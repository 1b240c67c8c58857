"""Peer for the verdict benchmark: scipy's exact Clopper-Pearson bounds
(scipy.stats.beta.ppf), compared with ours over the same (k, n) grid.
Usage: /usr/bin/python3 peer.py GRIDFILE"""
import sys
import time

import numpy as np
from scipy.stats import beta

rows = np.loadtxt(sys.argv[1])
k, n = rows[:, 0], rows[:, 1]
start = time.perf_counter()
lo = np.where(k > 0, beta.ppf(0.025, k, n - k + 1), 0.0)
hi = np.where(k < n, beta.ppf(0.975, k + 1, n - k), 1.0)
up = np.where(k < n, beta.ppf(0.95, k + 1, n - k), 1.0)
el = time.perf_counter() - start
diff = max(np.max(np.abs(lo - rows[:, 2])), np.max(np.abs(hi - rows[:, 3])), np.max(np.abs(up - rows[:, 4])))
print("peer_count", len(rows))
print("peer_seconds %.6f" % el)
print("max_abs_diff %.3g" % diff)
++++++++++++++++++++
- **EXERCISE OBJECTIVE**:
Only the lines that contain the string "beta" should be copied from the entries above.

- **ANSWER FOR THE TASK**:
(scipy.stats.beta.ppf), compared with ours over the same (k, n) grid.
from scipy.stats import beta
lo = np.where(k > 0, beta.ppf(0.025, k, n - k + 1), 0.0)
hi = np.where(k < n, beta.ppf(0.975, k + 1, n - k), 1.0)
up = np.where(k < n, beta.ppf(0.95, k + 1, n - k), 1.0)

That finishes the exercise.